There has been a string of scandals recently, with an impressive line-up of performers: Chen Che-nan (陳哲男), Ma Yung-cheng (馬永成), Lee Chin-chen (李進誠), Kong Jaw-sheng (龔照勝), Chao Chien-ming (趙建銘) and Su Teh-jien (蘇德建). The Civil Servant Service Act (公務員服務法) assures us they are all civil servants, but they are also all suspected of illegal acts.
If it weren't for revelations by legislators and media exposes, who knows how long these individuals would have gone on watching each others' backs? You may well have noticed that the recent spate of scandals has led to a war of words between members of the government and the opposition. A key reason for this is that the Control Yuan is responsible for the codes and ethics of public functionaries, and it hasn't been able to convene or operate for some time now.
Kong has been suspended from his post as an administrative officer in what must be a first in the history of Taiwan's constitutional government. As far as the government is concerned, the suspension is called for under clause 2, article 4 of the Law on Discipline of Public Functionaries (公務員懲戒法). This states that in accordance with stipulations set out in article 19, the public functionary in question should be referred to the Control Yuan for investigation or to the Committee on the Discipline of Public Functionaries (公務員懲戒委員會) so it can decide how serious the offence is, and that his or her duties should first be suspended.
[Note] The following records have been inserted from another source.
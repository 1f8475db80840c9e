//! Naming a catalogue input and reading it once: a regular file is opened
//! again for each reading; a stream (standard input as `-`, a pipe, a
//! FIFO) is read into memory once, so every reading sees the same bytes.
//! A regular file named as a workbook (`.xlsx`, `.ods`, ...; `FILE#SHEET`
//! names a sheet, the first by default) is read once into the delimited
//! text of its sheet (`workbook.rs`), its locations shown as cells.

use super::workbook;
use crate::error::{Error, Result};
use crate::error::{Location, Sheet};
use std::fs::File;
use std::io::BufReader;
use std::path::PathBuf;

/// Where a catalogue's bytes come from.
#[derive(Clone, Debug)]
pub enum Source {
    /// A regular file, opened again for each reading.
    File(PathBuf),
    /// A stream read once into memory.
    Bytes(std::sync::Arc<Vec<u8>>),
}

/// One catalogue input.
#[derive(Clone, Debug)]
pub struct Input {
    pub shown: String,
    pub source: Source,
    pub len: u64,
    /// The sheet read, for a workbook.
    pub sheet: Option<Sheet>,
}

impl Input {
    /// Name an input: '-' is standard input; anything that is not a regular
    /// file (a pipe, a FIFO, /dev/stdin, a process substitution) is read
    /// once, here, so later readings see the same bytes.
    pub fn new(p: &std::path::Path) -> Result<Input> {
        let (p, sheet) = workbook::split_sheet(p);
        let p = p.as_path();
        let shown = if p.as_os_str() == "-" {
            "standard input".to_string()
        } else {
            p.display().to_string()
        };
        let read_all = |r: &mut dyn std::io::Read| -> Result<Input> {
            let mut buf = Vec::new();
            r.read_to_end(&mut buf).map_err(|e| Error::io(&shown, e))?;
            Ok(Input {
                shown: shown.clone(),
                len: buf.len() as u64,
                source: Source::Bytes(std::sync::Arc::new(buf)),
                sheet: None,
            })
        };
        let not_workbook = || {
            Error::input(
                Location::in_file(&shown),
                format!(
                    "a sheet is named (#{}) but this is not a workbook file: expected a regular file ending in .{}",
                    sheet.as_deref().unwrap_or(""),
                    workbook::EXTENSIONS.join(", .")
                ),
            )
        };
        if p.as_os_str() == "-" {
            if sheet.is_some() {
                return Err(not_workbook());
            }
            return read_all(&mut std::io::stdin().lock());
        }
        let f = File::open(p).map_err(|e| Error::io(&shown, e))?;
        let m = f.metadata().map_err(|e| Error::io(&shown, e))?;
        if m.is_dir() {
            return Err(Error::io(
                &shown,
                std::io::Error::new(
                    std::io::ErrorKind::InvalidInput,
                    "is a folder, expected a catalogue file",
                ),
            ));
        }
        if m.is_file() && workbook::is_workbook(p) {
            drop(f);
            let read = workbook::read_sheet(p, &shown, sheet.as_deref())?;
            return Ok(Input {
                shown,
                len: read.bytes.len() as u64,
                source: Source::Bytes(std::sync::Arc::new(read.bytes)),
                sheet: Some(read.sheet),
            });
        }
        if sheet.is_some() {
            return Err(not_workbook());
        }
        if m.is_file() {
            return Ok(Input {
                shown,
                source: Source::File(p.to_path_buf()),
                len: m.len(),
                sheet: None,
            });
        }
        let mut f = f;
        read_all(&mut f)
    }

    /// Where this input is, for messages (its file, and its sheet).
    pub fn at(&self) -> Location {
        Location::in_file(&self.shown).in_sheet(self.sheet.clone())
    }

    /// Open it as a catalogue (a workbook's text is comma-separated: any
    /// other delimiter is refused).
    pub fn open(
        &self,
        opts: &super::read::ReadOptions,
    ) -> Result<super::read::Catalog<Box<dyn std::io::Read + Send>>> {
        if self.sheet.is_some() && opts.delimiter != b',' {
            return Err(Error::input(
                self.at(),
                "--delimiter applies to delimited text only: leave it out for a workbook",
            ));
        }
        let mut cat = super::read::open_at(self.reader()?, &self.at(), opts)?;
        cat.size_hint = Some(self.len);
        Ok(cat)
    }

    /// A fresh reader over the whole input.
    pub fn reader(&self) -> Result<Box<dyn std::io::Read + Send>> {
        Ok(match &self.source {
            Source::File(p) => Box::new(BufReader::with_capacity(
                1 << 16,
                File::open(p).map_err(|e| Error::io(&self.shown, e))?,
            )),
            Source::Bytes(b) => Box::new(std::io::Cursor::new(SharedBytes(b.clone()))),
        })
    }
}

/// Shared bytes as a reader's buffer.
struct SharedBytes(std::sync::Arc<Vec<u8>>);

impl AsRef<[u8]> for SharedBytes {
    fn as_ref(&self) -> &[u8] {
        &self.0
    }
}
Clause 1, article 19 also says that if the head of any government branch, department or committee believes that an official under their jurisdiction meets the conditions laid out in article 2, the reason should be stated in writing and submitted to the Control Yuan together with the pertinent evidence for investigation.
The problem is that the Control Yuan has existed in name only for some time now, as the president's nominations have yet to be accepted, radically undermining the machinery of constitutional government in this country. Is the government really unaware of how meaningless it is to send Kong to the Control Yuan for investigation, or is it just playing around with the law?
For the sake of comparison, we should also look at the public functionaries involved in the Taiwan Development Corporation (TDC, 台灣土地開發) insider trading case. Just how is it that not one of those people were punished or suspended?
If the Control Yuan were able to exercise its authority, it would have been able to suspend the president of the company who was responsible for government stocks, and it could also have impeached Chao Chien-ming. However, in the absence of a functioning Control Yuan, we have seen the government come down on Kong, distorting the law and suspending him, whereas the insider who, according to the law, should be suspended or punished is pretending that these problems don't exist.
The chairman of the Financial Supervisory Committee (FSC) is given a guaranteed tenure specifically to prevent the government interfering in personnel matters: This doesn't mean, though, that an "exit mechanism" isn't in place for the chairman. Also, despite the fact that the FSC chairman is afforded considerable independence, he can still be impeached by the Control Yuan if it is believed he has been involved in illegal conduct and dereliction of duty, and he can be forced to leave if the Committee on the Discipline of Public Functionaries rules it so.
Put another way, the premier has no right to suspend the FSC chairman or to ask him to stand down: This right falls in the jurisdiction of the Control Yuan or the Committee on the Discipline of Public Functionaries.
The fact that the rights of the Control Yuan have been intentionally shelved has already caused an imbalance in the workings of constitutional government, and we are now seeing the effects of this imbalance. According to Taiwan's system of constitutional government, the nation's president has the right to nominate the president, vice president and members of the Control Yuan, but these nominations must then be ratified by the legislature.
When we talk of the president's right to nominate, the word "right" refers to the president's duty; in other words, it means that he is obliged, or duty-bound, to do this. The duty to ratify the nominations on the part of the legislature, on the other hand, is part of the system of checks and balances, the original point of which was to facilitate the decision-making process, to make sure that all angles were considered.
After the legislature rejected all of President Chen Shui-bian's (陳水扁) nominations, Chen should have proposed new nominees until he fulfilled his duty of filling all the vacant offices in the Control Yuan. He has not done so, in effect violating his constitutional duties, which means that the Control Yuan cannot function.
While the president holds the whole executive system in his hands, he has no intention to propose new Control Yuan nominees, which implies that he wants to avoid the Control Yuan's supervision of his officials. This situation runs counter to the spirit of Taiwan's Constitution and the president should shoulder political responsibility for violating the Constitution.
With all the current scandals, the general public is longing for clean government. The president should hurry to propose new nominees to the Control Yuan, and the legislature should be quick to ratify those nominations so that the Control Yuan can function properly once again.
Kuei Hung-chen is a doctoral student in the Sun Yat-sen Graduate School at Chinese Culture University.